The utility model is not limited to the aforementioned specific embodiments. The utility model extends to any new feature or any new combination disclosed in this specification, as well as the steps of any new method or process or any new combination disclosed.

Claims (11)

1. one kind has the PDC bit tool of alternation Cutting trajectory, it is characterized in that: it comprises eccentric shaft (1), shell body (2), PDC drill bit (3) and cycloid axle (4), described PDC drill bit (3) is fixedly connected on cycloid axle (4), described cycloid axle (4) is matched with in shell body (2) can become track eccentric rotary relatively, the upper eccentric shaft part (12) arranged of described eccentric shaft (1) is matched with in the inner chamber of cycloid axle (4) and forms revolute pair, the inner flow passage of described eccentric shaft (1), the inner flow passage of cycloid axle (4) is communicated with the inner flow passage of PDC drill bit (3).

2. there is the PDC bit tool of alternation Cutting trajectory as claimed in claim 1, it is characterized in that: the inwall of described shell body (2) is evenly equipped with some pin tooth groups (5) and forms pinwheel configuration, the outer wall of described cycloid axle (4) is provided with some cycloid tooths (41), and described cycloid tooth (41) is meshed with pinwheel configuration and forms engaged transmission relation;

Or the inwall of described shell body (2) is evenly equipped with some gear teeth (20), the outer wall of described cycloid axle (4) is provided with some cycloid tooths (41), described cycloid tooth (41) is meshed with the gear teeth (20) and forms engaged transmission relation.

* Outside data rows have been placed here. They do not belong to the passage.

"""The what-if panel's removal range and allowance price: the controls, their reading
into `apply_whatif` arguments, and a re-plan that carries them into the scenario."""

from __future__ import annotations

import json

import pytest

from helpers import START, minimal_sheets, workbook_bytes
from reagentplan.pipeline import run_plan
from reagentplan.scenario import load_scenario
from reagentplan.settings import PlanSettings

from reagentplan.dashboard import callbacks
from reagentplan.dashboard.store import PlanStore, valid_id
from reagentplan.dashboard.views import controls as C


def sheets(lo=None, hi=None):
    s = minimal_sheets(days=14)
    if lo is not None:
        s["scrubber"] = [r for r in s["scrubber"] if r[0] != "removal_pct"]
        s["scrubber"] += [["removal_min_pct", lo], ["removal_max_pct", hi]]
    return s


@pytest.fixture(scope="module")
def fixed():
    return load_scenario(workbook_bytes(sheets()))


@pytest.fixture(scope="module")
def ranged():
    return load_scenario(workbook_bytes(sheets(95, 99)))


@pytest.fixture
def store(tmp_path):
    s = PlanStore(str(tmp_path / "plans"))
    yield s
    s.close()


def find(component, ident):
    """The component of a Dash layout tree with this id."""
    if getattr(component, "id", None) == ident:
        return component
    children = getattr(component, "children", None)
    for child in children if isinstance(children, (list, tuple)) else [children]:
        if child is not None and not isinstance(child, str):
            hit = find(child, ident)
            if hit is not None:
                return hit
    return None


def labels(component) -> list[str]:
    out = []
    if type(component).__name__ == "Label":
        out.append(component.children)
    children = getattr(component, "children", None)
    for child in children if isinstance(children, (list, tuple)) else [children]:
        if child is not None and not isinstance(child, str):
            out += labels(child)
    return out


def test_controls_show_the_range_and_an_empty_price(fixed, ranged):
    page = C.layout(fixed.scrubber.removal_pct, fixed.dates, "w.xlsx", fixed.scrubber.removal_range)
    assert find(page, C.REMOVAL_RANGE).value == [97.0, 97.0]  # a fixed removal: one value
    price = find(page, C.ALLOWANCE_PRICE)
    assert price.value is None and price.type == "number" and price.min == 0
    page = C.layout(ranged.scrubber.removal_pct, ranged.dates, "w.xlsx", ranged.scrubber.removal_range)
    assert find(page, C.REMOVAL_RANGE).value == [95.0, 99.0]
    words = " ".join(labels(page))
    assert "SO2 removal the plan may choose" in words and "SO2 allowance price" in words
    # the old three-argument call still works
    assert find(C.layout(97.0, fixed.dates, "w.xlsx"), C.REMOVAL_RANGE).value == [97.0, 97.0]


def test_untouched_levers_change_nothing(fixed, ranged):
    for scn, rng in ((fixed, [97.0, 97.0]), (ranged, [95.0, 99.0])):
        kw = callbacks.whatif_kwargs(scn, 100, 100, scn.scrubber.removal_pct, [], [0, 1], rng, None)
        assert kw == {"load_factor": 1.0, "sulfur_scale": 1.0, "removal_pct": None,
                      "rail_outage": None}
        assert callbacks.whatif_kwargs(scn, 100, 100, None, [], [0, 1], rng, "")["removal_pct"] is None


def test_moved_range_and_typed_price_become_arguments(fixed, ranged):
    kw = callbacks.whatif_kwargs(fixed, 100, 100, 97.0, [], [0, 1], [99.0, 95.5], "415")
    assert kw["removal_range"] == (95.5, 99.0) and kw["allowance_price"] == 415.0
    kw = callbacks.whatif_kwargs(ranged, 100, 100, 97.0, [], [0, 1], [96.0, 99.0], 0)
    assert kw["removal_range"] == (96.0, 99.0) and kw["allowance_price"] == 0.0


def test_scenario_controls_reset_the_range_and_the_price(ranged, store):
    sid = store.put("scenario", ranged, {"source": "w.xlsx"})
    out = callbacks.scenario_controls(store, sid)
    assert out[0] == 97.0 and out[5] == [95.0, 99.0] and out[6] is None


def test_replan_carries_the_range_and_price_into_the_planned_scenario(fixed, store):
    sid = store.put("scenario", fixed, {"source": "w.xlsx"})
    pid, message, cls = callbacks.replan(store, PlanSettings(futures=0, time_limit=20), sid,
                                         100, 100, 97.0, [], [0, 1],
                                         removal_range=[95.0, 99.0], allowance_price=420)
    assert valid_id(pid) and cls == "rp-msg good", message
    assert "SO2 removal chosen from 95 to 99 %" in message and "allowances at 420 per t" in message
    scn = store.get("run", pid).value.plan.scenario
    assert scn.scrubber.removal_range == (95.0, 99.0) and scn.scrubber.removal_pct == 97.0
    days = scn.allowance_days()
    assert (days["buy_price_per_t"] == 420).all() and scn.allowance_opening_t == 0.0
    assert days.index[0].date() == START


def test_replan_with_a_removal_outside_the_range_says_why(ranged, store):
    sid = store.put("scenario", ranged, {"source": "w.xlsx"})
    pid, message, cls = callbacks.replan(store, PlanSettings(futures=0), sid, 100, 100, 90.0, [],
                                         [0, 1], removal_range=[95.0, 99.0])
    assert cls == "rp-msg bad" and "outside the workbook's removal range 95 to 99 %" in message


def test_the_page_wires_the_new_controls(tmp_path, fixed):
    from reagentplan.dashboard.app import create_app

    run = run_plan(fixed, futures=0, time_limit=20)
    app = create_app(run=run, work_dir=tmp_path / "app")
    client = app.server.test_client()
    deps = json.loads(client.get("/_dash-dependencies").get_data(as_text=True))
    replan = [d for d in deps if "plan-id.data" in d["output"] and d["inputs"][0]["id"] == C.REPLAN]
    assert replan, "no re-plan callback"
    states = [(s["id"], s["property"]) for s in replan[0]["state"]]
    assert (C.REMOVAL_RANGE, "value") in states and (C.ALLOWANCE_PRICE, "value") in states
    layout = client.get("/_dash-layout").get_data(as_text=True)
    assert f'"id": "{C.REMOVAL_RANGE}"' in layout or f'"id":"{C.REMOVAL_RANGE}"' in layout
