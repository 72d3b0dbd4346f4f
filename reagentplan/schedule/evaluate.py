"""Replaying a daily plan against the daily balance: store levels, costs and breaches.

Both the optimiser's plan and the reorder-point baseline are priced here, in the same
way, so their costs compare like for like.  Costs are in the scenario's currency;
positive is money the plant spends.  The mill rejects' daily haul
(`reagentplan.schedule.rejects`) is priced here too, as its own line: it follows from the
coal burned, not from the plan, so plan and baseline pay the same for it.
"""

from __future__ import annotations

from dataclasses import dataclass, field

import numpy as np
import pandas as pd

from ..scenario import Scenario
from ..schema import BYPRODUCTS, STORE_FLOW_COLUMN
from .lanes import SALE, SUPPLY, Lane, cheapest_delivered_cost, cheapest_disposal_cost, horizon_months
from .penalties import (ALLOWANCE_SHORT_PENALTY_FACTOR, CONTRACT_PENALTY_PER_T, EMPTY_PENALTY_FACTOR,
                        PERMIT_PENALTY_FACTOR)
from .rejects import RejectsHaul, haul_rejects, rejects_breaches, waiting_end_cost
from .terms import AllowanceTerms, allowance_costs, allowance_holding_t, end_caco3_value, permit_excess_t

PRODUCTION = {s: STORE_FLOW_COLUMN[s] for s in BYPRODUCTS}


def shortfall_rate(lane: Lane) -> float:
    """Money per tonne short of a lane's monthly minimum: the contract's own
    ``shortfall_per_t`` (take-or-pay), else `CONTRACT_PENALTY_PER_T` [money/t]."""
    rate = getattr(lane.source, "shortfall_per_t", None)
    return CONTRACT_PENALTY_PER_T if rate is None else float(rate)


def freight_by_day(lane: Lane, loads: np.ndarray, month_index: np.ndarray) -> np.ndarray:
    """Freight per day [money] of a supply lane's loads: the full rate for the first
    ``tier_loads_per_month`` loads of each month, the tier rate for the rest (in date order)."""
    loads = np.asarray(loads, dtype=float)
    src = lane.source
    n_tier = getattr(src, "tier_loads_per_month", None)
    if lane.kind != SUPPLY or n_tier is None:
        return loads * lane.cost_per_load
    tier = float(src.tier_freight_per_load)
    out = np.zeros(len(loads))
    for k in np.unique(month_index):
        days = np.flatnonzero(month_index == k)
        cum = np.cumsum(loads[days])
        before = cum - loads[days]
        full = np.clip(np.minimum(cum, n_tier) - before, 0, None)
        out[days] = full * lane.cost_per_load + (loads[days] - full) * tier
    return out


def train_set_excess(scenario: Scenario, lanes: list[Lane], quantity: dict[str, np.ndarray]) -> list[tuple[str, int, int]]:
    """Windows where a train set runs more trains than it has: (set, first day, trains)."""
    out = []
    for ts in scenario.train_sets:
        trains = sum((np.asarray(quantity[l.name], float) for l in lanes
                      if l.kind == SUPPLY and getattr(l.source, "train_set", None) == ts.train_set),
                     np.zeros(len(scenario.dates)))
        c = np.r_[0.0, np.cumsum(trains)]
        n = len(trains)
        for d in range(n):
            w = c[min(d + ts.window_days, n)] - c[d]
            if w > ts.max_trains + 1e-9:
                out.append((ts.train_set, d, int(w)))
    return out


@dataclass
class DailyPlan:
    """Quantities per lane and day: loads (supply, sale) or tonnes (landfill).

    ``booked`` marks, per lane, the loads that were firm orders already placed.
    """

    quantity: dict[str, np.ndarray]
    booked: dict[str, np.ndarray] = field(default_factory=dict)
    #: the scrubber's SO2 removal chosen per day [%] (None: the setpoint)
    removal: np.ndarray | None = None
    #: SO2 allowances bought and sold per day [t SO2] (None: no allowance sheet)
    bought_t: np.ndarray | None = None
    sold_t: np.ndarray | None = None

    def tonnes(self, lane: Lane) -> np.ndarray:
        q = self.quantity[lane.name]
        return q * lane.load_t if lane.load_t else q.astype(float)


@dataclass
class Evaluation:
    levels: dict[str, np.ndarray]          # end-of-day level per store [t]
    unmet: np.ndarray                      # limestone demand not met (store empty) [t]
    costs: dict[str, float]
    total_cost: float
    breaches: list[dict]
    month_totals: dict[str, np.ndarray]    # lane -> tonnes per horizon month
    shortfalls: list[dict] = field(default_factory=list)  # take-or-pay shortfalls paid at the contract's rate
    end_parts: dict = field(default_factory=dict)  # end_stock_value split: limestone credit, byproduct charge
    rejects: RejectsHaul | None = None     # the mill rejects' daily haul (the same for every plan)


def store_levels(scenario: Scenario, balance: pd.DataFrame, lanes: list[Lane],
                 plan: DailyPlan) -> tuple[dict[str, np.ndarray], np.ndarray]:
    """End-of-day level per store [t]: yesterday + arrivals − use (limestone), or
    + production − departures (byproducts).  Limestone stops at zero and the demand it
    cannot meet is returned as ``unmet`` [t]."""
    n = len(balance)
    inflow = {s: np.zeros(n) for s in scenario.storage}
    outflow = {s: np.zeros(n) for s in scenario.storage}
    for lane in lanes:
        if lane.material not in scenario.storage:
            continue
        t = plan.tonnes(lane)
        (inflow if lane.kind == SUPPLY else outflow)[lane.material] += t
    levels, unmet = {}, np.zeros(n)
    for store, st in scenario.storage.items():
        if store == "limestone":
            use = balance["limestone_t"].to_numpy(float)
            level = np.empty(n)
            x = st.initial_t
            for d in range(n):
                x = x + inflow[store][d] - use[d]
                if x < 0:
                    unmet[d] = -x
                    x = 0.0
                level[d] = x
        else:
            prod = balance[PRODUCTION[store]].to_numpy(float)
            level = st.initial_t + np.cumsum(prod - outflow[store])
        levels[store] = level
    return levels, unmet


def evaluate(scenario: Scenario, balance: pd.DataFrame, lanes: list[Lane], plan: DailyPlan) -> Evaluation:
    """Levels, costs (with the end-of-horizon stock value) and breaches of a daily plan.

    ``mill_rejects_disposal`` is the haul of the balance's ``mill_rejects_t`` [t/d] to the
    mill-reject sites (`haul_rejects`); rejects no site takes wait in the reject bins
    for the next open day, and what overflows the bins is a breach, charged at the
    overflow penalty per tonne [money/t], as a tonne with nowhere to go; rejects still in
    the bins at the end join the byproducts' end-stock charge (cheapest site's cost).
    """
    p = scenario.plant
    levels, unmet = store_levels(scenario, balance, lanes, plan)
    month_index, months, _ = horizon_months(scenario.dates)
    costs = dict.fromkeys(["limestone_purchase", "freight", "byproduct_sales", "landfill",
                           "shortage_penalty", "overflow_penalty", "empty_penalty",
                           "contract_penalty", "quality_penalty", "end_stock_value",
                           "mill_rejects_disposal"], 0.0)
    month_totals: dict[str, np.ndarray] = {}
    breaches: list[dict] = []
    shortfalls: list[dict] = []
    for lane in lanes:
        t = plan.tonnes(lane)
        q = plan.quantity[lane.name]
        if lane.kind == SUPPLY:
            costs["limestone_purchase"] += float(lane.cost_per_t * t.sum())
            costs["freight"] += float(freight_by_day(lane, q, month_index).sum())
        elif lane.kind == SALE:
            costs["byproduct_sales"] += float(lane.cost_per_t * t.sum())
            bad = off_spec_days(lane, balance) & (t > 0)
            if bad.any():
                costs["quality_penalty"] += float(p.overflow_penalty_per_t * t[bad].sum())
                for a, b in _runs(bad):
                    breaches.append(_breach(f"{lane.name} (quality)", scenario.dates, a, b,
                                            t[a:b + 1].sum(), "shipped outside the buyer's limits"))
        else:
            costs["landfill"] += float(lane.cost_per_t * t.sum())
        totals = np.bincount(month_index, weights=t, minlength=len(months))
        month_totals[lane.name] = totals
        short = np.nan_to_num(lane.month_min_t - totals, nan=0.0).clip(min=0)
        costs["contract_penalty"] += float(shortfall_rate(lane) * short.sum())
        signed_rate = getattr(lane.source, "shortfall_per_t", None) is not None
        for k in np.flatnonzero(short > 1e-6):
            days = np.flatnonzero(month_index == k)
            if signed_rate:
                # take-or-pay as signed: the shortfall is paid at the contract's rate, a cost
                shortfalls.append({"lane": lane.name, "month": f"{months[k]}", "tonnes": round(float(short[k]), 1),
                                   "cost": round(float(short[k] * shortfall_rate(lane)), 2)})
                continue
            breaches.append(_breach(f"{lane.name} (contract minimum)", scenario.dates, days[0], days[-1],
                                    short[k], "contract minimum not reached"))
    for store, level in levels.items():
        st = scenario.storage[store]
        below = np.clip(st.safety_t - level, 0, None)
        above = np.clip(level - st.capacity_t, 0, None)
        costs["shortage_penalty"] += float(p.shortage_penalty_per_t * below.sum())
        costs["overflow_penalty"] += float(p.overflow_penalty_per_t * above.sum())
        for a, b in _runs(below > 1e-6):
            breaches.append(_breach(store, scenario.dates, a, b, below[a:b + 1].max(), "below safety stock"))
        for a, b in _runs(above > 1e-6):
            breaches.append(_breach(store, scenario.dates, a, b, above[a:b + 1].max(), "above capacity"))
    for name, a, trains in train_set_excess(scenario, lanes, plan.quantity):
        breaches.append(_breach(f"train set {name}", scenario.dates, a, a, trains, "more trains than the set has"))
    _permit_and_allowances(scenario, balance, plan, costs, breaches)
    rejects_t = (balance["mill_rejects_t"].to_numpy(float) if "mill_rejects_t" in balance
                 else np.zeros(len(balance)))
    haul = haul_rejects(scenario, rejects_t)
    costs["mill_rejects_disposal"] = float(haul.cost.sum())
    costs["overflow_penalty"] += float(p.overflow_penalty_per_t * haul.unhauled_t.sum())
    breaches += rejects_breaches(haul, scenario.dates)
    costs["empty_penalty"] = float(EMPTY_PENALTY_FACTOR * p.shortage_penalty_per_t * unmet.sum())
    for a, b in _runs(unmet > 1e-6):
        breaches.append(_breach("limestone", scenario.dates, a, b, unmet[a:b + 1].sum(), "empty"))
    end_value = limestone_end_value(scenario, levels["limestone"][-1],
                                    float(balance["limestone_caco3_pct"].iloc[-1]))
    end_parts = {"limestone": float(end_value), "byproducts": 0.0}
    for store in ("gypsum", "fly_ash", "bottom_ash"):
        if store in levels:
            charge = cheapest_disposal_cost(scenario, store) * max(levels[store][-1], 0.0)
            end_value += charge
            end_parts["byproducts"] += float(charge)
    if haul.waiting_t is not None:
        # mill rejects still in the bins, to be hauled at the cheapest site's cost
        charge = waiting_end_cost(haul)
        end_value += charge
        end_parts["byproducts"] += charge
    if "allowances_end" in costs:
        # allowances left at the end: held at the last sell price (a credit), a shortfall
        # at the last buy price (`terms.allowance_end_value`), with the stock
        end_parts["allowances"] = costs.pop("allowances_end")
        end_value += end_parts["allowances"]
    costs["end_stock_value"] = float(end_value)
    return Evaluation(levels, unmet, costs, float(sum(costs.values())), breaches, month_totals, shortfalls,
                      end_parts, haul)


def _permit_and_allowances(scenario: Scenario, balance: pd.DataFrame, plan: DailyPlan,
                           costs: dict, breaches: list) -> None:
    """Where the plan chooses the removal: tonne-days of SO2 over the permit's rolling
    limit at `PERMIT_PENALTY_FACTOR` × the shortage penalty (``permit_penalty``).  Where
    the station holds allowances: the money bought and sold (``allowances``), the holding
    left at the end (``allowances_end``, moved to the end-stock value) and tonnes emitted
    without an allowance (``allowance_penalty``, and a breach).  Neither line exists in
    a scenario without a removal range or an allowance sheet (`lever.py`)."""
    p = scenario.plant
    emitted = balance["so2_emitted_t"].to_numpy(float)
    rng = scenario.scrubber.removal_range
    if rng is not None and rng[1] > rng[0]:
        excess = permit_excess_t(emitted, balance["heat_input_gj"].to_numpy(float),
                                 p.so2_limit_kg_per_gj, int(p.so2_limit_avg_days))
        costs["permit_penalty"] = float(PERMIT_PENALTY_FACTOR * p.shortage_penalty_per_t * excess.sum())
    terms = AllowanceTerms.from_scenario(scenario)
    if terms is None:
        return
    n = len(emitted)
    bought = np.zeros(n) if plan.bought_t is None else plan.bought_t
    sold = np.zeros(n) if plan.sold_t is None else plan.sold_t
    acc = allowance_costs(terms, emitted, bought, sold)
    costs["allowances"] = acc["trade"]
    costs["allowances_end"] = acc["end_value"]
    holding = allowance_holding_t(terms, emitted, bought, sold)
    short = np.clip(-holding, 0, None)
    costs["allowance_penalty"] = float(ALLOWANCE_SHORT_PENALTY_FACTOR * p.shortage_penalty_per_t * short.sum())
    for a, b in _runs(short > 1e-6):
        breaches.append(_breach("so2_allowances", scenario.dates, a, b, short[a:b + 1].max(),
                                "SO2 emitted without an allowance"))


def limestone_end_value(scenario: Scenario, level_t: float, caco3_pct: float) -> float:
    """The limestone left at the end as a cost line [money] (negative: a credit): at the
    cheapest delivered cost per tonne, or, when the suppliers' stone differs, per tonne
    of the CaCO3 in it (``caco3_pct`` [%], the silo's) at the cheapest delivered cost of
    a tonne of CaCO3 (`terms.end_caco3_value`)."""
    if scenario.quality_coupled:
        return -end_caco3_value(scenario, None) * level_t * caco3_pct / 100
    return -cheapest_delivered_cost(scenario) * level_t


def off_spec_days(lane: Lane, balance: pd.DataFrame) -> np.ndarray:
    """Days on which the day's product breaks one of a buyer's quality limits [bool]."""
    from .lanes import quality_ok

    ok, _why = quality_ok(lane.source, balance)
    return ~ok


def _runs(mask: np.ndarray) -> list[tuple[int, int]]:
    """(first, last) index of each run of True."""
    idx = np.flatnonzero(mask)
    if not len(idx):
        return []
    splits = np.flatnonzero(np.diff(idx) > 1)
    starts = np.r_[idx[0], idx[splits + 1]]
    ends = np.r_[idx[splits], idx[-1]]
    return list(zip(starts.tolist(), ends.tolist()))


def _breach(store: str, dates: pd.DatetimeIndex, a: int, b: int, tonnes: float, kind: str) -> dict:
    return {"store": store, "kind": kind, "first_date": f"{dates[a]:%Y-%m-%d}",
            "last_date": f"{dates[b]:%Y-%m-%d}", "tonnes": round(float(tonnes), 1), "cause": "",
            "_first": a, "_last": b}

3. there is the PDC bit tool of alternation Cutting trajectory as claimed in claim 2, it is characterized in that: described pinwheel configuration comprises the different pin toothholder (24) of the some axial heights be located on shell body (2) inwall, described pin toothholder (24) is combined with pin tooth group (5), make the axial height often organizing pin toothholder (24) identical, wherein said pin tooth group (5) comprises the gear pin (51) be matched with on pin toothholder (24), described gear pin (51) is arranged with pin gear sleeve (52).

4. the PDC bit tool with alternation Cutting trajectory as described in claim 1 or 2 or 3, it is characterized in that: described eccentric shaft (1) is threadedly connected on mud motor output (8), and described shell body (2) is threadedly connected on DRILL-STRING SYSTEM end (9).

5. there is the PDC bit tool of alternation Cutting trajectory as claimed in claim 4, it is characterized in that: in described engaged transmission relation, gearratio >=7:1 that described eccentric shaft (1) and cycloid axle (4) are formed, and the eccentric distance e≤6mm of the upper eccentric shaft part (12) of described eccentric shaft (1).

6. there is the PDC bit tool of alternation Cutting trajectory as claimed in claim 5, it is characterized in that: in described engaged transmission relation, the gearratio that described eccentric shaft (1) and cycloid axle (4) are formed is 7, and the eccentric distance e of the upper eccentric shaft part (12) of described eccentric shaft (1) is 6mm.

7. the PDC bit tool with alternation Cutting trajectory as described in claim 1 or 2 or 3, it is characterized in that: in described engaged transmission relation, gearratio >=7:1 that described eccentric shaft (1) and cycloid axle (4) are formed, and the eccentric distance e≤6mm of the upper eccentric shaft part (12) of described eccentric shaft (1).

8. the PDC bit tool with alternation Cutting trajectory as described in claim 1 or 2 or 3 or 5 or 6, it is characterized in that: cycloid axle (4) is limited in shell body (2) by the upper lower contact (6) connected of described shell body (2), be provided with capacity eccentric bearing (7) in described lower contact (6), described PDC drill bit (3) is through the capacity eccentric bearing (7) in lower contact (6) and be threadedly connected to the lower end of cycloid axle (4).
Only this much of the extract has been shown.